そうは言いながらもさ、目が嬉しそうなの分かってんだからな。
「だってさ、せっかく人前で堂々とキス出来るチャンスだったのにさ」
「いや、そんなチャンスないから」
「何でだよ! あっただろ」
「…そういえば佐久間くん、人前でもキスしたい人だったっけ」
そうだよ。世間ではバカップル扱いでウザがられてるのは知ってるけど、俺は人前でも全然キスしたい。
今はアイドルって立場上無理だけどさ。何しろ相手も国宝級イケメンのアイドルだし。
だからこそ、カメラの前での戯れって形ならいけると思ったのになぁ。
「ちゅーしたかったのに、蓮に放り投げられるし。その後の曲でも抱っこしてくれたから別にいいんだけどさぁ」
「俺は人前でキスしたいとか思わないし」
「知ってるもーん。蓮は慎ましいもんなぁ」
笑いながらそう返すと、うーんと何かを考え込んでる蓮。相変わらずゆっくりなテンポに、蓮がいるんだなぁって実感して嬉しくなる。
そんなことを考えてたら蓮が近付いてきて、ソファに座ってる俺の隣に腰掛けた。
「そもそもなんだけどね」
「ん? うん」
「佐久間くんのキス顔なんてそんなエロくて可愛いもの、他の人に見せたくないんだよ」
「へ…?」
「この世で見ていいの俺だけだから。俺の特権。キスでとろとろになった自分の顔がどんだけエロくて美人か知らないでしょ、佐久間くん」
「いやいやいや、待て待て待て!」
「ふはっ、顔真っ赤」
何言ってんだこいつ! 自分がキスしてる時の顔なんて知るわけないだろ!! というか、そんなこと言ってる蓮の顔の方がよっぽどエロくてやばいっつーの。
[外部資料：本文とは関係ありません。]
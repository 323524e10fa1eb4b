// report.hpp — the reviewer's report: one self-contained HTML page (inline SVG and CSS, nothing
// fetched) and the CSV and JSON files its plots and tables were drawn from.
//
// make_report() assembles the analyses that already exist (trim, compute_margins,
// compute_modes, run_sweep over the CG and over sampled hinge-moment derivatives, run_scenario
// for each gust) into a ReportData, and report_html() lays it out. Nothing here computes
// physics of its own: every number comes from model/ or analysis/margins_modes, analysis/sweep, run/run.
//
// Same inputs, same files, except the one line that carries the date (the report takes the
// date from SOURCE_DATE_EPOCH when it is set, as reproducible builds do).
#pragma once

#include <cstdint>
#include <limits>
#include <memory>
#include <optional>
#include <string>
#include <utility>
#include <vector>

#include <nlohmann/json.hpp>

#include "model/trim.hpp"
#include "analysis/margins_modes.hpp"
#include "run/run.hpp"
#include "scenario/scenario.hpp"
#include "analysis/sweep.hpp"
#include "analysis/envelope.hpp"
#include "report/criteria.hpp"

namespace fp {

struct ReportOptions {
  std::string scenario;                 // path as given
  std::vector<std::string> set;         // --set KEY=VALUE
  std::string out;                      // output directory (for the regeneration command)
  std::string cg_range;                 // "FROM:TO" ("" = automatic)
  std::vector<std::string> gusts;       // gust choices (see parse_gust_choice); empty = default
  double hinge_band = 0.25;             // +- fraction of Ch_alpha and Ch_delta (uniform)
  std::vector<std::string> sample;      // KEY=uniform(LO,HI) | KEY=normal(M,SD): replaces the default
  int samples = 40;                     // random samples of the uncertainty band
  std::uint64_t seed = 1;
  double min_margin = kDefaultCriteria.min_static_margin;  // minimum stick-free static margin for the aft CG limit
  double min_force_per_g = kDefaultCriteria.min_force_per_g;  // minimum stick force per g for the aft CG limit [N/g]
  bool pdf = false;
  int jobs = 2;                         // threads for the sweeps and the sampled runs
  std::string basis = kDefaultBasis;    // the certification basis the criteria come from (report/criteria.hpp)
};

// One gust case: a name, the scenario it runs (the base scenario with these gusts), its runs.
struct GustCase {
  std::string id;                       // "g1", "g2", ... (file names)
  std::string title;                    // what it is, in words
  std::string spec;                     // the choice as given on the command line ("" = default)
  Scenario scenario;
  std::unique_ptr<RunOutcome> outcome;
  // what `floatpitch run` writes to summary.json for these runs (output/outputs summary_json with
  // analysis/gust_studies gust_summary_json: peaks, response metrics held beside free, turbulence
  // statistics, design-rule estimates), plus the case's name; the page reads its numbers here
  nlohmann::json summary;
};

// One sample of the uncertainty band with its free response.
struct SampleResponse {
  long index = 0;
  std::vector<double> inputs;           // SI, in the order of UncertaintyResult::keys
  double np_free = 0;                   // model stick-free neutral point [-]
  double max_real_free = 0;             // largest real eigenvalue, free [1/s]
  bool departed = false;
  double departure_time = 0;            // [s] (NaN when none)
  double peak_dn = 0;                   // max |n - 1| of the free run [-]
  double peak_dalpha = 0;               // max |alpha - alpha_trim| of the free run [rad]
  std::string failure;                  // why the sample could not be run ("" when it ran)
};

struct UncertaintyResult {
  std::vector<std::string> keys;        // sampled keys
  std::vector<std::string> spec_text;   // the distributions, as text for the report
  bool default_band = true;             // the report's default band (+- hinge_band on Ch_alpha, Ch_delta)
  SweepResult sampled;                  // run_sweep over the samples (no time runs)
  SweepResult corners;                  // run_sweep over the corners of a uniform box (2 keys), or empty
  bool has_corners = false;
  std::string response_case;            // which gust case the free responses were run with
  double response_seconds = 0;          // length of those runs [s] (the case's, at most 2 minutes
                                        // unless a disturbance starts later)
  std::vector<SampleResponse> responses;
  // the free responses' angle of attack on a coarser grid (every `stride`-th output point), one
  // vector a sample in the order of `responses` (shorter when the sample departed; empty when it
  // could not run)
  std::vector<double> t;                // [s]
  std::vector<std::vector<double>> alpha;  // [rad]
};

struct InputFile {
  std::string path;                     // as the scenario names it
  std::string sha256;
  std::size_t bytes = 0;
};

struct ReportData {
  ReportOptions options;
  std::string command;                  // the one command that regenerates the report
  std::string date;                     // YYYY-MM-DD (UTC)
  std::string version;
  Scenario scenario;
  std::vector<InputFile> files;         // the case file first, then the files it includes
  std::string scenario_toml;            // the resolved scenario (to_toml), written to data/
  Trim trim_held, trim_free, trim_start;
  double stall_speed = 0;               // 1 g, at the condition's altitude [m/s TAS]
  double cl_max = 0;
  double stall_alpha = 0;               // wing-body angle of attack at CLmax (model/trim wing_stall) [rad]
  Margins margins;
  PerGCurve force_per_g;  // stick force against load factor at the hands-off tab, to 3.5 g or where trim ends
  ModesResult modes;
  std::string cg_range_text;            // as used ("0.13:0.44 step 0.01")
  SweepResult cg_sweep;
  std::vector<GustCase> gusts;
  bool default_gust = false;            // the scenario had no disturbance: the report chose one
  UncertaintyResult uncertainty;
  // the stated envelope's corners (analysis/envelope.hpp envelope_corners), each trimmed
  // hands-off and computed by compute_corner: the first page's table
  std::vector<CornerResult> corners;
  bool analysed_in_envelope = true;     // the analysed CG and mass lie within the stated envelope
};

// Parse one --gusts choice and add its gusts to a copy of `base`:
//   "scenario"                       the scenario's own gusts and events (one case)
//   "SHAPE:LENGTH:AMPLITUDE[:vertical|horizontal][@TIME]"
//                                    SHAPE 1-cos | sharp | ramp; LENGTH and AMPLITUDE with units
//                                    ("25 m", "82 ft", "3 m/s", "10 ft/s", "6 kt"); starts at TIME s
//                                    (default 1 s)
// Throws ScenarioError naming --gusts and what is wrong.
GustCase parse_gust_choice(const Scenario& base, const std::string& text, int index);

// Assemble everything (throws ScenarioError, TrimError, NumericalFailure like the commands).
ReportData make_report(const ReportOptions& o);

// A finding: a measured statement with its number, the criterion it is compared with and that
// criterion's published source. An engineering comparison, never a compliance finding.
struct Finding {
  std::string topic;
  std::string measured;      // what the analysis gives, with its number
  std::string criterion;     // the comparison line, with its number (or "no number")
  std::string source;        // where the criterion is published
  std::string source_note;   // how the report holds the source: quoted, from memory, an option
  std::string comparison;    // the comparison, in words
  std::vector<std::string> criteria;  // the rows of the criteria table it compares with (report/criteria.hpp)
};
std::vector<Finding> report_findings(const ReportData& d);

// The page.
std::string report_html(const ReportData& d);

// The files of the report, relative to the output directory: report.html and data/*.
std::vector<std::pair<std::string, std::string>> report_files(const ReportData& d);

// Headless Chromium for --pdf: $FLOATPITCH_CHROMIUM when set, else chromium or chromium-browser
// on the PATH; "" when there is none.
std::string find_chromium();
// Print `html` (a file) to `pdf` with headless Chromium, name resolution disabled so that
// nothing is fetched; the PDF appears whole or not at all. Returns "" on success, else what
// went wrong.
std::string print_pdf(const std::string& chromium, const std::string& html, const std::string& pdf);

// The date line as it appears in report.html (tests remove it to compare two runs).
inline constexpr const char* kReportDateMarker = "class=\"generated\"";

}  // namespace fp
「て、テレビのおふざけ程度のキスでとろとろとかなるわけねーだろっ!!」
「まあ、ドラマ以外でそんな濃厚なのすることはないだろうけどね。それでも駄目。俺NG出しておくから」
微笑みながらさらっと「俺だけのだから」って言っちゃう蓮に、こんな照れまくった俺が勝てるはずもない。
いっつも俺ばっかり振り回されてる気がする。
でも一番どうかと思うのは、それを嬉しいと思ってる自分だ。
「大介」
「っ! な、なに…」
2人だけの時の特別な呼び方に、肩が大きく跳ねる。
ちらっと蓮の顔を見ると、艶をたっぷりと湛えた顔で熱っぽく俺を見つめてた。
それだけで胸がぎゅっとなって鼓動がどんどん速くなっていく。
かなり伸びて色気が半端ない髪も、少し日に焼けて精悍さを増した顔も、筋肉が増えて逞しくなった身体も。もう全部が好き過ぎてドキドキが止まらない。
「今なら2人きりだし、キスし放題だ」
ふふっと笑った蓮の手が俺の顎を捉えて、親指で下唇をゆっくりなぞられる。そのまま唇が重ねられた。
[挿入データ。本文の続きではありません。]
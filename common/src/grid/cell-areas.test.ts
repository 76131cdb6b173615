import { describe, expect, it } from 'vitest';
import { cellAreas } from './cell-areas';
import { EARTH_RADIUS_6371_KM_M, EARTH_RADIUS_GRS80_MEAN_M } from './earth-radius';

const range = (from: number, to: number, step: number) => Array.from({ length: Math.round((to - from) / step) + 1 }, (_, i) => from + i * step);

// Check values for R = 6371 km from common/test-fixtures/check-values.json (spherical cell area A = R²·Δλ·(sin φ2 − sin φ1)).
describe('cellAreas()', () => {
  const areas = cellAreas(range(-90, 90, 1), range(0, 360, 1), EARTH_RADIUS_6371_KM_M);

  it('sums all 1°×1° cells to 4πR² = 510,064,471.91 km² (R = 6371 km)', () => {
    const total = areas.reduce((a, b) => a + b, 0) / 1e6;
    expect(total).toBeCloseTo(4 * Math.PI * 6371 ** 2, 3);
    expect(total).toBeCloseTo(510064471.91, 1);
  });

  it('gives 12,363.684 km² for the 0–1°N cell and 107.896 km² for the 89–90°N cell', () => {
    expect(areas[90 * 360] / 1e6).toBeCloseTo(12363.684, 3);
    expect(areas[179 * 360] / 1e6).toBeCloseTo(107.896, 3);
  });

  it('gives the band 5°S–5°N the fraction sin 5° = 0.0871557 of the sphere', () => {
    const band = cellAreas([-5, 5], [0, 360]);
    expect(band[0] / (4 * Math.PI * EARTH_RADIUS_GRS80_MEAN_M ** 2)).toBeCloseTo(Math.sin((5 * Math.PI) / 180), 14);
    expect(Math.sin((5 * Math.PI) / 180)).toBeCloseTo(0.0871557, 7);
  });

  it('defaults to the GRS80 mean radius R1 = 6,371,008.7714 m and accepts descending edges', () => {
    expect(cellAreas([0, 1], [0, 1])[0]).toBeCloseTo(cellAreas([1, 0], [1, 0], EARTH_RADIUS_GRS80_MEAN_M)[0], 6);
    expect(cellAreas([0, 1], [0, 1])[0] / cellAreas([0, 1], [0, 1], 6371000)[0]).toBeCloseTo((6371008.7714 / 6371000) ** 2, 14);
  });

  it('rejects a grid without cells', () => {
    expect(() => cellAreas([0], [0, 1])).toThrow(RangeError);
  });
});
久し振りの蓮とのキス。画面越しじゃない本物だ。何度も触れては離れる、その感触にうっとりと目を閉じる。
「ね、大介」
「ん…?」
「大介とするキスに、おふざけなんてないからね。いつだって本気だし、全力」
唇の先を触れ合わせたままの囁きに、思わず目を開けた。至近距離から見つめる蓮の目が熱を帯びていて、背中をゾクッとするものが走る。
「うん、俺も…だからもっとしよ?」
「おねだり上手なんだから」
蓮の首に腕を回すと、くすっと笑って再び唇が触れ合った。蓮の舌がノックするように俺の唇に触れるから、すぐに迎え入れて自分から舌を絡める。
舌同士が絡み合う感触と頭に直接響くようなやらしい水音が相まって、より興奮してきた。
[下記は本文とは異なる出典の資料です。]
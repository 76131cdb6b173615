import { Badge, Flex, Heading, Table, Text, VisuallyHidden } from '@radix-ui/themes';
import { useMemo, useState } from 'react';
import type { FigureChange, NumberChange, SnapshotComparison } from '@upwell/common';
import { TableCaption } from '../../components/TableCaption';
import { formatWhen } from '../../components/dates';
import { comparedName, diffParagraphs, formatChange, formatCompared, seriesLine, STATUS_WORDS, type DiffRun } from './compare-format';
import './compare.css';

type Side = SnapshotComparison['from'] | SnapshotComparison['to'];

/** "Snapshot v2 — Sent to reviewers (1 Dec 2026, 18:40)" or "the live notebook (as of …)". */
export function sideName(side: Side): string {
  return side.kind === 'live' ? `the live notebook (as of ${formatWhen(side.at)})` : `Snapshot v${side.number} — ${side.title} (${formatWhen(side.publishedAt)})`;
}

/** One run of the text diff: inserted words underlined, deleted ones struck through, each announced to screen readers. */
function Run({ run }: { run: DiffRun }) {
  if (run.op === 'equal') return <>{run.text}</>;
  if (run.op === 'insert') {
    return (
      <ins className="upwell-diff-ins">
        <VisuallyHidden>[inserted: </VisuallyHidden>
        {run.text}
        <VisuallyHidden>]</VisuallyHidden>
      </ins>
    );
  }
  return (
    <del className="upwell-diff-del">
      <VisuallyHidden>[deleted: </VisuallyHidden>
      {run.text}
      <VisuallyHidden>]</VisuallyHidden>
    </del>
  );
}

function TextDiff({ ops }: { ops: DiffRun[] }) {
  const [onlyChanged, setOnlyChanged] = useState(false);
  const paragraphs = useMemo(() => diffParagraphs(ops), [ops]);
  const changed = (p: DiffRun[]) => p.some((r) => r.op !== 'equal');
  const shown = onlyChanged ? paragraphs.filter(changed) : paragraphs;
  const words = (op: 'insert' | 'delete') => {
    const n = ops.filter((o) => o.op === op).reduce((sum, o) => sum + (o.text.match(/\S+/g)?.length ?? 0), 0);
    return `${n} ${n === 1 ? 'word' : 'words'}`;
  };
  return (
    <section aria-labelledby="compare-text-heading">
      <Heading as="h2" size="4" id="compare-text-heading" mb="2">
        Text
      </Heading>
      <Flex gap="4" wrap="wrap" align="center" mb="2">
        <Text size="2" color="gray">
          {words('insert')} inserted, {words('delete')} deleted. <ins className="upwell-diff-ins">Underlined</ins> text was inserted,{' '}
          <del className="upwell-diff-del">struck-through</del> text was deleted.
        </Text>
        <Text as="label" size="2">
          <input type="checkbox" checked={onlyChanged} onChange={(e) => setOnlyChanged(e.target.checked)} /> Only paragraphs with changes
        </Text>
      </Flex>
      <div className="upwell-sheet upwell-diff" aria-label="Text changes">
        {shown.length === 0 ? (
          <p className="upwell-muted">{onlyChanged ? 'No paragraph changed.' : 'The document has no text.'}</p>
        ) : (
          shown.map((p, i) => (
            <p key={i} className={changed(p) ? 'upwell-diff-changed' : undefined}>
              {p.map((r, j) => (
                <Run key={j} run={r} />
              ))}
            </p>
          ))
        )}
      </div>
    </section>
  );
}

function Status({ status }: { status: keyof typeof STATUS_WORDS }) {
  const color = status === 'unchanged' ? 'gray' : status === 'removed' ? 'red' : status === 'added' ? 'teal' : 'amber';
  return (
    <Badge color={color} variant="soft">
      {STATUS_WORDS[status]}
    </Badge>
  );
}

function FigureDiff({ f }: { f: FigureChange }) {
  const name = comparedName('Figure', f.ordinalBefore, f.ordinalAfter);
  const seriesBefore = seriesLine(f.seriesBefore);
  const seriesAfter = seriesLine(f.seriesAfter);
  return (
    <div className="upwell-compare-figure" role="group" aria-label={name}>
      <Flex gap="2" align="center" mb="1">
        <Heading as="h3" size="3">
          {name}
        </Heading>
        <Status status={f.status} />
      </Flex>
      {f.captionBefore !== f.captionAfter && (
        <Text as="p" size="2">
          Caption: {f.captionBefore !== null && <del className="upwell-diff-del">{f.captionBefore || '(none)'}</del>}
          {f.captionBefore !== null && f.captionAfter !== null && ' → '}
          {f.captionAfter !== null && <ins className="upwell-diff-ins">{f.captionAfter || '(none)'}</ins>}
        </Text>
      )}
      {f.recipeChanged && (
        <Text as="p" size="2">
          Its settings changed (what it shows, its series, or its parameters).
        </Text>
      )}
      <Text as="p" size="2">
        Data: {seriesBefore === seriesAfter ? <span className="upwell-mono">{seriesAfter}</span> : (
          <>
            <span className="upwell-mono">{seriesBefore}</span> → <span className="upwell-mono">{seriesAfter}</span>
          </>
        )}
      </Text>
      {f.values.length > 0 && (
        <Table.Root size="1" variant="surface" className="upwell-numbers">
          <TableCaption>{`Values of ${name}`}</TableCaption>
          <Table.Header>
            <Table.Row>
              <Table.ColumnHeaderCell>Value</Table.ColumnHeaderCell>
              <Table.ColumnHeaderCell>Before</Table.ColumnHeaderCell>
              <Table.ColumnHeaderCell>After</Table.ColumnHeaderCell>
              <Table.ColumnHeaderCell>Change</Table.ColumnHeaderCell>
            </Table.Row>
          </Table.Header>
          <Table.Body>
            {f.values.map((v) => (
              <Table.Row key={v.key}>
                <Table.RowHeaderCell>{v.label}</Table.RowHeaderCell>
                <Table.Cell>{formatCompared(v.before, v.units)}</Table.Cell>
                <Table.Cell>{formatCompared(v.after, v.units)}</Table.Cell>
                <Table.Cell>{formatChange(v.before, v.after, v.units)}</Table.Cell>
              </Table.Row>
            ))}
          </Table.Body>
        </Table.Root>
      )}
    </div>
  );
}

function NumbersDiff({ numbers }: { numbers: NumberChange[] }) {
  return (
    <section aria-labelledby="compare-numbers-heading">
      <Heading as="h2" size="4" id="compare-numbers-heading" mb="2">
        Live numbers
      </Heading>
      {numbers.length === 0 ? (
        <Text size="2" color="gray">
          Neither side has live numbers.
        </Text>
      ) : (
        <Table.Root size="1" variant="surface" className="upwell-numbers">
          <TableCaption>Live numbers before and after</TableCaption>
          <Table.Header>
            <Table.Row>
              <Table.ColumnHeaderCell>Number</Table.ColumnHeaderCell>
              <Table.ColumnHeaderCell>Before</Table.ColumnHeaderCell>
              <Table.ColumnHeaderCell>After</Table.ColumnHeaderCell>
              <Table.ColumnHeaderCell>Change</Table.ColumnHeaderCell>
              <Table.ColumnHeaderCell>Status</Table.ColumnHeaderCell>
            </Table.Row>
          </Table.Header>
          <Table.Body>
            {numbers.map((n, i) => (
              <Table.Row key={`${n.ordinalBefore}-${n.ordinalAfter}-${n.key}-${i}`}>
                <Table.RowHeaderCell>
                  {comparedName('Number', n.ordinalBefore, n.ordinalAfter)} <span className="upwell-mono">{n.key}</span>
                </Table.RowHeaderCell>
                <Table.Cell>{n.textBefore ?? '—'}</Table.Cell>
                <Table.Cell>{n.textAfter ?? '—'}</Table.Cell>
                <Table.Cell>{formatChange(n.before, n.after, n.units)}</Table.Cell>
                <Table.Cell>
                  <Status status={n.status} />
                </Table.Cell>
              </Table.Row>
            ))}
          </Table.Body>
        </Table.Root>
      )}
    </section>
  );
}

/**
 * What changed between two snapshots, or a snapshot and the live notebook:
 * the text word by word (marked by underline and strike-through, not by
 * colour alone), then each figure's and each live number's old and new
 * values side by side with the change.
 */
export function CompareView({ comparison }: { comparison: SnapshotComparison }) {
  const changedFigures = comparison.figures.filter((f) => f.status !== 'unchanged').length;
  return (
    <Flex direction="column" gap="5">
      <Text as="p" size="2">
        From <strong>{sideName(comparison.from)}</strong> to <strong>{sideName(comparison.to)}</strong>.
      </Text>
      {comparison.to.kind === 'live' && (
        <Text as="p" size="2" color="gray">
          The live side is computed now from the current data; it will differ again after new edits or new series versions.
        </Text>
      )}
      <TextDiff ops={comparison.text} />
      <section aria-labelledby="compare-figures-heading">
        <Heading as="h2" size="4" id="compare-figures-heading" mb="2">
          Figures
        </Heading>
        <Text as="p" size="2" color="gray" mb="2">
          {comparison.figures.length === 0 ? 'Neither side has figures.' : `${changedFigures} of ${comparison.figures.length} figures differ.`}
        </Text>
        <Flex direction="column" gap="4">
          {comparison.figures.map((f) => (
            <FigureDiff key={f.figureId} f={f} />
          ))}
        </Flex>
      </section>
      <NumbersDiff numbers={comparison.numbers} />
    </Flex>
  );
}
深いキスは口腔のセックスって言われるけど、蓮とのキスでより実感する。やばいくらい気持ちいい。
「ん、んっ、ふぁ…ぁっ」
「っ、ん…っ」
蓮の興奮した吐息も唇を通してダイレクトに伝わってきて、より気持ちが高まる材料になる。
もっとくっつきたくなって、キスをしながら蓮の膝の上に跨って抱きついた。蓮の片腕が俺の腰に回されて、支えられながらもう片方の手が首筋から鎖骨、胸元から脇腹に背中まで。俺の身体のいろんなとこを絶妙な加減で撫でていく。
もう全部気持ちいい。気持ち良すぎてそろそろやばいかも。
そんなことを思っていたら、胸元に戻ってきた蓮の手が胸の突起を撫でて。小さく身体を震わせるとそれに気をよくしたのか、親指で強めに弾かれた。
「っあ、ぁん…っ!」
その刺激にびくんと大きく身体を跳ねさせると、唇を離した蓮が荒い息のまま俺の耳元で囁く。
「…今、軽くイった…?」
「は、ぁ…っ、だって…気持ちいん、だもん…っ」
「キスと乳首だけでイくなんて、大介やらし」
「誰のせいで、こうなったと思ってんだよ…」
口を尖らせながら言ってやると、目をぱちくりとさせた後で蓮がにやっと笑った。その笑顔の方がよっぽどやらしいっての。
「ん、間違いなく俺のせいだね」
「お前以外いねーんだよ、バカ。だから最後までちゃんと責任取れよ」
「喜んで。一生責任持つよ」
蓮はそう言いながら、半ば腰が砕けて動けない俺を抱き上げて寝室に向かう。
その道すがらでも何度もキスを繰り返すから、俺達よくよく好きだなぁと何だか可笑しくなる。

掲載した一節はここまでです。